» **Your goal**
Below are some lines of data. Return all of them as they are.

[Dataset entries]
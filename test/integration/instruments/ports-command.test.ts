/**
 * `rolloff ports` as a user on a minimal machine runs it: no udevadm on PATH
 * (containers and minimal installs lack udev). It lists what the kernel
 * exposes, says in one line what it could not learn, and never reports an
 * internal error. Expected rows: the fake tree's attributes (test/helpers/fake-sysfs.ts).
 */
import { spawnSync } from 'node:child_process';
import { chmodSync, mkdtempSync, rmSync, writeFileSync } from 'node:fs';
import { tmpdir } from 'node:os';
import { join, resolve } from 'node:path';
import { afterAll, describe, expect, it } from 'vitest';
import { portsTestTree } from '../../helpers/fake-sysfs';
import { pathWithout } from '../../helpers/required-tool';

const ROOT = resolve(__dirname, '../../..');
const BIN = join(ROOT, 'app/cli/bin.mjs');

function ports(env: Record<string, string>, ...args: string[]) {
  const { ROLLOFF_SYSFS_ROOT: _, ...inherited } = process.env;
  return spawnSync(process.execPath, [BIN, 'ports', ...args], { cwd: ROOT, encoding: 'utf8', timeout: 30_000, env: { ...inherited, PATH: pathWithout(['udevadm']), ...env } });
}

describe('rolloff ports without udevadm', () => {
  const sysfs = portsTestTree();
  const bin = mkdtempSync(join(tmpdir(), 'rolloff-fake-udevadm-'));
  afterAll(() => {
    sysfs.remove();
    rmSync(bin, { recursive: true, force: true });
  });

  it('prints the kernel\'s ports with USB identities and one line on what it could not learn', () => {
    const result = ports({ ROLLOFF_SYSFS_ROOT: sysfs.root });
    expect(result.stderr).toBe('');
    expect(result.status).toBe(0);
    const lines = result.stdout.trimEnd().split('\n');
    expect(lines[0]).toMatch(/^PATH\s+USB VID:PID\s+SERIAL NUMBER\s+MANUFACTURER$/);
    expect(lines.slice(1, 4).map((line) => line.split(/\s{2,}/))).toEqual([
      ['/dev/ttyACM0', '1209:0002', 'TEST-INSTRUMENT-42', '-'],
      ['/dev/ttyS0', '-', '-', '-'],
      ['/dev/ttyUSB0', '1209:0001', 'TEST-ADAPTER-7', 'Invented Test Fixture'],
    ]);
    expect(lines).toHaveLength(5);
    expect(lines[4]).toMatch(/^Note: udevadm not found, so ports were read from the kernel/);
  });

  it('--json carries the same ports and the note', () => {
    const result = ports({ ROLLOFF_SYSFS_ROOT: sysfs.root }, '--json');
    expect(result.status).toBe(0);
    const listing = JSON.parse(result.stdout) as { ports: Array<{ path: string }>; incomplete: string };
    expect(listing.ports.map((p) => p.path)).toEqual(['/dev/ttyACM0', '/dev/ttyS0', '/dev/ttyUSB0']);
    expect(listing.incomplete).toMatch(/udevadm not found/);
  });

  it('on this machine\'s own /sys it works too, never "internal error"', () => {
    const result = ports({});
    expect(result.status).toBe(0);
    expect(`${result.stdout}${result.stderr}`).not.toMatch(/internal error|ENOENT/);
    expect(result.stdout).toMatch(/^(PATH|No serial ports found)/);
    expect(result.stdout).toMatch(/\nNote: udevadm not found/);
  });

  it('when udev\'s helper exists but fails, it falls back to the kernel and says so', () => {
    // Present on PATH but cannot start (its interpreter is missing): the serialport library's spawn fails with ENOENT.
    writeFileSync(join(bin, 'udevadm'), '#!/nonexistent/interpreter\n');
    chmodSync(join(bin, 'udevadm'), 0o755);
    const result = ports({ PATH: `${bin}:${pathWithout(['udevadm'])}` });
    expect(result.status).toBe(0);
    expect(result.stdout).not.toMatch(/internal error/);
    expect(result.stdout).toMatch(/\nNote: udev's port list failed \(spawn udevadm ENOENT\), so ports were read from the kernel only\.\n$/);
  });

  it('with no readable tree it says there are none and why', () => {
    const result = ports({ ROLLOFF_SYSFS_ROOT: join(sysfs.root, 'missing') });
    expect(result.status).toBe(0);
    expect(result.stdout).toMatch(/^No serial ports found\./);
    expect(result.stdout).toMatch(/Note: .*could not read .*class\/tty \(ENOENT\)/);
  });
});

» **Written answer**
filename test/integration/instruments/ports-command.test.ts
/**
 * `rolloff ports` as a user on a minimal machine runs it: no udevadm on PATH
 * (containers and minimal installs lack udev). It lists what the kernel
 * exposes, says in one line what it could not learn, and never reports an
 * internal error. Expected rows: the fake tree's attributes (test/helpers/fake-sysfs.ts).
 */
import { spawnSync } from 'node:child_process';
import { chmodSync, mkdtempSync, rmSync, writeFileSync } from 'node:fs';
import { tmpdir } from 'node:os';
import { join, resolve } from 'node:path';
import { afterAll, describe, expect, it } from 'vitest';
import { portsTestTree } from '../../helpers/fake-sysfs';
import { pathWithout } from '../../helpers/required-tool';

const ROOT = resolve(__dirname, '../../..');
const BIN = join(ROOT, 'app/cli/bin.mjs');

function ports(env: Record<string, string>, ...args: string[]) {
  const { ROLLOFF_SYSFS_ROOT: _, ...inherited } = process.env;
  return spawnSync(process.execPath, [BIN, 'ports', ...args], { cwd: ROOT, encoding: 'utf8', timeout: 30_000, env: { ...inherited, PATH: pathWithout(['udevadm']), ...env } });
}

describe('rolloff ports without udevadm', () => {
  const sysfs = portsTestTree();
  const bin = mkdtempSync(join(tmpdir(), 'rolloff-fake-udevadm-'));
  afterAll(() => {
    sysfs.remove();
    rmSync(bin, { recursive: true, force: true });
  });

  it('prints the kernel\'s ports with USB identities and one line on what it could not learn', () => {
    const result = ports({ ROLLOFF_SYSFS_ROOT: sysfs.root });
    expect(result.stderr).toBe('');
    expect(result.status).toBe(0);
    const lines = result.stdout.trimEnd().split('\n');
    expect(lines[0]).toMatch(/^PATH\s+USB VID:PID\s+SERIAL NUMBER\s+MANUFACTURER$/);
    expect(lines.slice(1, 4).map((line) => line.split(/\s{2,}/))).toEqual([
      ['/dev/ttyACM0', '1209:0002', 'TEST-INSTRUMENT-42', '-'],
      ['/dev/ttyS0', '-', '-', '-'],
      ['/dev/ttyUSB0', '1209:0001', 'TEST-ADAPTER-7', 'Invented Test Fixture'],
    ]);
    expect(lines).toHaveLength(5);
    expect(lines[4]).toMatch(/^Note: udevadm not found, so ports were read from the kernel/);
  });

  it('--json carries the same ports and the note', () => {
    const result = ports({ ROLLOFF_SYSFS_ROOT: sysfs.root }, '--json');
    expect(result.status).toBe(0);
    const listing = JSON.parse(result.stdout) as { ports: Array<{ path: string }>; incomplete: string };
    expect(listing.ports.map((p) => p.path)).toEqual(['/dev/ttyACM0', '/dev/ttyS0', '/dev/ttyUSB0']);
    expect(listing.incomplete).toMatch(/udevadm not found/);
  });

  it('on this machine\'s own /sys it works too, never "internal error"', () => {
    const result = ports({});
    expect(result.status).toBe(0);
    expect(`${result.stdout}${result.stderr}`).not.toMatch(/internal error|ENOENT/);
    expect(result.stdout).toMatch(/^(PATH|No serial ports found)/);
    expect(result.stdout).toMatch(/\nNote: udevadm not found/);
  });

  it('when udev\'s helper exists but fails, it falls back to the kernel and says so', () => {
    // Present on PATH but cannot start (its interpreter is missing): the serialport library's spawn fails with ENOENT.
    writeFileSync(join(bin, 'udevadm'), '#!/nonexistent/interpreter\n');
    chmodSync(join(bin, 'udevadm'), 0o755);
    const result = ports({ PATH: `${bin}:${pathWithout(['udevadm'])}` });
    expect(result.status).toBe(0);
    expect(result.stdout).not.toMatch(/internal error/);
    expect(result.stdout).toMatch(/\nNote: udev's port list failed \(spawn udevadm ENOENT\), so ports were read from the kernel only\.\n$/);
  });

  it('with no readable tree it says there are none and why', () => {
    const result = ports({ ROLLOFF_SYSFS_ROOT: join(sysfs.root, 'missing') });
    expect(result.status).toBe(0);
    expect(result.stdout).toMatch(/^No serial ports found\./);
    expect(result.stdout).toMatch(/Note: .*could not read .*class\/tty \(ENOENT\)/);
  });
});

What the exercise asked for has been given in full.